Inflammatory parameters in candiduric mice

Urinalysis demonstrated 1–5 WBCs per high-power field (400× magnification) in sham-infected mice, and in infected mice 5 days after they were operated on prior to infection. We did not find baseline differences in leukocyturia. Leukocyturia was higher than in humans, who commonly are asymptomatic and do not manifest leukocyturia (defined as >2×104 ml−1), in LysM−/− and C57BL/6 mice with indwelling catheters and persistent candiduria beyond 14 days infection.

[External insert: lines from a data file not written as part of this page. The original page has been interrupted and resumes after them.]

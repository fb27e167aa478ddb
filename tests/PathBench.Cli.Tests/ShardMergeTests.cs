using System.Text.Json;
using static PathBench.Cli.Tests.CliRunner;

namespace PathBench.Cli.Tests;

/// <summary>
/// render --shard, merge, --checkpoint and --resume: every way of splitting a render's samples
/// gives the same image bytes as one render (the film's sums are exact integers, DESIGN.md
/// decision 1), and mismatched parts are refused naming what differs.
/// </summary>
public sealed class ShardMergeTests
{
    internal const string Scene = """
        camera: { position: [0, 1, 3], look_at: [0, 0.5, 0], fov: 40, resolution: [12, 8] }
        render: { spp: 6, max_depth: 4 }
        environment: { radiance: [0.5, 0.6, 0.7] }
        materials:
          ground: { type: diffuse, albedo: [0.5, 0.5, 0.5] }
          lamp:   { type: diffuse, albedo: [0, 0, 0], emission: [20, 20, 20] }
          metal:  { type: conductor, roughness: 0.3, f0: [0.9, 0.6, 0.3] }
        shapes:
          - { type: quad, corner: [-5, 0, 5], edge_u: [10, 0, 0], edge_v: [0, 0, -10], material: ground }
          - { type: sphere, center: [0.5, 1.5, 0], radius: 0.2, material: lamp }
          - { type: sphere, center: [-0.4, 0.4, 0], radius: 0.4, material: metal }
        """;

    private static void Ok((int Code, string Out, string Err) r) => Assert.True(r.Code == 0, r.Err);

    [Theory]
    [InlineData("sobol", 3)]
    [InlineData("halton", 4)]
    [InlineData("jittered", 2)]
    public void Merged_shards_are_the_single_render_bit_for_bit(string generator, int shards)
    {
        using var dir = new TempFolder();
        string scene = dir.Write("s.yaml", Scene);
        Ok(Run("render", scene, "--generator", generator, "--spp", "16", "--out", dir.File("one.exr"), "--threads", "2"));
        var parts = new List<string>();
        for (int i = shards - 1; i >= 0; i--)
        {
            // Different thread counts per shard: the sums must not care.
            Ok(Run("render", scene, "--generator", generator, "--spp", "16", "--shard", $"{i}/{shards}", "--out", dir.File($"part{i}.exr"), "--threads", (1 + (i % 2)).ToString(System.Globalization.CultureInfo.InvariantCulture)));
            parts.Add(dir.File($"part{i}.accum"));
        }

        Ok(Run(["merge", .. parts, "--out", dir.File("merged.exr")]));
        Assert.Equal(File.ReadAllBytes(dir.File("one.exr")), File.ReadAllBytes(dir.File("merged.exr")));
        Assert.NotEqual(File.ReadAllBytes(dir.File("one.exr")), File.ReadAllBytes(dir.File("part0.exr")));
        using JsonDocument doc = JsonDocument.Parse(File.ReadAllText(dir.File("merged.json")));
        Assert.Equal(16, doc.RootElement.GetProperty("spp").GetInt32());
        Assert.Equal(shards, doc.RootElement.GetProperty("sample_ranges").GetArrayLength());
    }

    [Fact]
    public void Merged_reference_equals_a_single_reference_with_its_variance()
    {
        using var dir = new TempFolder();
        string scene = dir.Write("s.yaml", Scene);
        Ok(Run("reference", scene, "--spp", "8", "--out", dir.File("one.exr")));
        Ok(Run("reference", scene, "--spp", "8", "--shard", "0/2", "--out", dir.File("a.exr")));
        Ok(Run("reference", scene, "--spp", "8", "--shard", "1/2", "--out", dir.File("b.exr")));
        Ok(Run("merge", dir.File("a.accum"), dir.File("b.accum"), "--reference", "--out", dir.File("m.exr")));
        Assert.Equal(File.ReadAllBytes(dir.File("one.exr")), File.ReadAllBytes(dir.File("m.exr")));
        Assert.Equal(File.ReadAllBytes(dir.File("one.variance.exr")), File.ReadAllBytes(dir.File("m.variance.exr")));
    }

    [Fact]
    public void Merge_refuses_mixed_configurations_overlaps_and_gaps()
    {
        using var dir = new TempFolder();
        string scene = dir.Write("s.yaml", Scene);
        Ok(Run("render", scene, "--spp", "9", "--shard", "0/3", "--out", dir.File("a.exr")));
        Ok(Run("render", scene, "--spp", "9", "--shard", "2/3", "--out", dir.File("c.exr")));
        Ok(Run("render", scene, "--spp", "9", "--shard", "1/3", "--seed", "5", "--out", dir.File("b5.exr")));

        (int code, _, string err) = Run("merge", dir.File("a.accum"), dir.File("b5.accum"), "--out", dir.File("m.exr"));
        Assert.Equal(2, code);
        Assert.Contains("seed: 0 there, 5 here", err, StringComparison.Ordinal);
        Assert.Contains("b5.accum", err, StringComparison.Ordinal);

        (code, _, err) = Run("merge", dir.File("a.accum"), dir.File("a.accum"), "--out", dir.File("m.exr"));
        Assert.Equal(2, code);
        Assert.Contains("overlap [0, 3)", err, StringComparison.Ordinal);

        (code, _, err) = Run("merge", dir.File("a.accum"), dir.File("c.accum"), "--out", dir.File("m.exr"));
        Assert.Equal(2, code);
        Assert.Contains("miss the sample ranges [3, 6) of the planned 9 spp", err, StringComparison.Ordinal);
        Assert.False(File.Exists(dir.File("m.exr")));

        Ok(Run("merge", dir.File("a.accum"), dir.File("c.accum"), "--allow-gaps", "--out", dir.File("m.exr")));
        using JsonDocument doc = JsonDocument.Parse(File.ReadAllText(dir.File("m.json")));
        Assert.Equal(6, doc.RootElement.GetProperty("spp").GetInt32());
        Assert.Equal(3, doc.RootElement.GetProperty("missing_ranges")[0].GetProperty("first").GetInt32());
        Assert.Equal(6, doc.RootElement.GetProperty("sample_ranges")[1].GetProperty("first").GetInt32());
    }

    [Fact]
    public void Resume_from_a_partial_checkpoint_finishes_the_same_image()
    {
        using var dir = new TempFolder();
        string scene = dir.Write("s.yaml", Scene);
        Ok(Run("render", scene, "--spp", "12", "--out", dir.File("one.exr")));
        // Shard 0 of 3 is the first third of the same render: a checkpoint of [0, 4).
        Ok(Run("render", scene, "--spp", "12", "--shard", "0/3", "--checkpoint", dir.File("c.accum"), "--out", dir.File("part.exr")));
        Ok(Run("render", scene, "--spp", "12", "--checkpoint", dir.File("c.accum"), "--resume", "--out", dir.File("resumed.exr")));
        Assert.Equal(File.ReadAllBytes(dir.File("one.exr")), File.ReadAllBytes(dir.File("resumed.exr")));
        using JsonDocument doc = JsonDocument.Parse(File.ReadAllText(dir.File("resumed.json")));
        Assert.Equal(4, doc.RootElement.GetProperty("resumed_from_spp").GetInt32());
        Assert.Equal(12, doc.RootElement.GetProperty("spp").GetInt32());
        Assert.Equal("complete", doc.RootElement.GetProperty("stopped_by").GetString());

        // A shard can be checkpointed and resumed: shard 1/3 resumed from nothing is refused, from its own file it completes.
        Ok(Run("render", scene, "--spp", "12", "--shard", "1/3", "--out", dir.File("s1.exr")));
        Ok(Run("render", scene, "--spp", "12", "--shard", "1/3", "--resume", "--out", dir.File("s1.exr")));
        (int code, _, string err) = Run("render", scene, "--spp", "12", "--shard", "2/3", "--checkpoint", dir.File("s1.accum"), "--resume", "--out", dir.File("s2.exr"));
        Assert.Equal(2, code);
        Assert.Contains("not a start of this render's range [8, 12)", err, StringComparison.Ordinal);
    }

    [Theory]
    [InlineData("--seed", "3", "seed: 3 here, 0 in the checkpoint")]
    [InlineData("--max-depth", "3", "max_depth: 3 here, 4 in the checkpoint")]
    [InlineData("--generator", "halton", "generator: halton here, sobol in the checkpoint")]
    [InlineData("--spp", "13", "planned_spp: 13 here, 12 in the checkpoint")]
    public void Resume_refuses_another_configuration_naming_the_field(string option, string value, string expected)
    {
        using var dir = new TempFolder();
        string scene = dir.Write("s.yaml", Scene);
        Ok(Run("render", scene, "--spp", "12", "--shard", "0/3", "--checkpoint", dir.File("c.accum"), "--out", dir.File("part.exr")));
        string[] args = option == "--spp"
            ? ["render", scene, "--spp", value, "--checkpoint", dir.File("c.accum"), "--resume", "--out", dir.File("r.exr")]
            : ["render", scene, "--spp", "12", "--checkpoint", dir.File("c.accum"), "--resume", "--out", dir.File("r.exr"), option, value];
        (int code, _, string err) = Run(args);
        Assert.Equal(2, code);
        Assert.Contains("cannot resume", err, StringComparison.Ordinal);
        Assert.Contains(expected, err, StringComparison.Ordinal);
    }

    [Fact]
    public void Resume_refuses_another_scene_and_a_missing_checkpoint()
    {
        using var dir = new TempFolder();
        string scene = dir.Write("s.yaml", Scene);
        string other = dir.Write("t.yaml", Scene.Replace("[20, 20, 20]", "[21, 20, 20]", StringComparison.Ordinal));
        Ok(Run("render", scene, "--spp", "12", "--shard", "0/3", "--checkpoint", dir.File("c.accum"), "--out", dir.File("part.exr")));
        (int code, _, string err) = Run("render", other, "--spp", "12", "--checkpoint", dir.File("c.accum"), "--resume", "--out", dir.File("r.exr"));
        Assert.Equal(2, code);
        Assert.Contains("scene_sha256:", err, StringComparison.Ordinal);
        (code, _, err) = Run("render", scene, "--spp", "12", "--checkpoint", dir.File("none.accum"), "--resume", "--out", dir.File("r.exr"));
        Assert.Equal(2, code);
        Assert.Contains("none.accum: cannot resume: no such checkpoint", err, StringComparison.Ordinal);
    }

    [Theory]
    [InlineData("--time-budget", "8x", "--time-budget: '8x' is not a duration")]
    [InlineData("--checkpoint-every", "h", "--checkpoint-every: 'h' is not a duration")]
    [InlineData("--shard", "3/3", "--shard expects I/N with 0 ≤ I < N, got '3/3'")]
    [InlineData("--shard", "1/0", "--shard expects I/N")]
    [InlineData("--resume", null, "--resume needs --checkpoint FILE")]
    public void Bad_long_render_options_give_one_line_and_exit_2(string option, string? value, string expected)
    {
        using var dir = new TempFolder();
        string scene = dir.Write("s.yaml", Scene);
        string[] args = value is null ? ["render", scene, option, "--out", dir.File("x.exr")] : ["render", scene, option, value, "--out", dir.File("x.exr")];
        (int code, _, string err) = Run(args);
        Assert.Equal(2, code);
        Assert.Contains(expected, err, StringComparison.Ordinal);
        Assert.Single(err.Trim().Split('\n'));
    }

    [Fact]
    public void A_time_budget_with_spp_stops_at_the_spp_when_that_comes_first()
    {
        using var dir = new TempFolder();
        string scene = dir.Write("s.yaml", Scene);
        Ok(Run("render", scene, "--spp", "4", "--time-budget", "1h", "--out", dir.File("a.exr")));
        Ok(Run("render", scene, "--spp", "4", "--out", dir.File("b.exr")));
        Assert.Equal(File.ReadAllBytes(dir.File("b.exr")), File.ReadAllBytes(dir.File("a.exr")));
        using JsonDocument doc = JsonDocument.Parse(File.ReadAllText(dir.File("a.json")));
        Assert.Equal("complete", doc.RootElement.GetProperty("stopped_by").GetString());
        (int code, _, string err) = Run("render", scene, "--generator", "jittered", "--time-budget", "1h", "--out", dir.File("c.exr"));
        Assert.Equal(2, code);
        Assert.Contains("give --spp too", err, StringComparison.Ordinal);
    }
}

Early increases in leukocyturia may be a result of the infection procedure and were observed in most mice with and without catheters, but subsided (Fig. 4a), and a statistically significant increase in leukocyturia (P = 0.012 for day 7 versus days 14 and 21; Mann–Whitney) was observed in LysM−/− mice with persistent candiduria. The same trend was seen in C57BL/6 mice. Microscopic analysis of urine from LysM−/− mice, which express GFP in their WBCs, confirmed that counted leukocytes were fluorescent and not dead yeast cells (Fig. 4b). Histological analysis of bladder tissue (Fig. 4c–e) was performed on candiduric LysM−/− and C57BL/6 mice and showed chronic inflammation of submucosal bladder tissue. Large numbers of infiltrating lymphocytes, monocytes and eosinophils were detected. Chronic inflammation was detected both in mice with and in those without an indwelling catheter and did not appear different in C57BL/6 and LysM−/− mice (data not shown). No adherence to or invasion of mucosal membranes by Candida was seen.

Fig. 4.

Fig. 4.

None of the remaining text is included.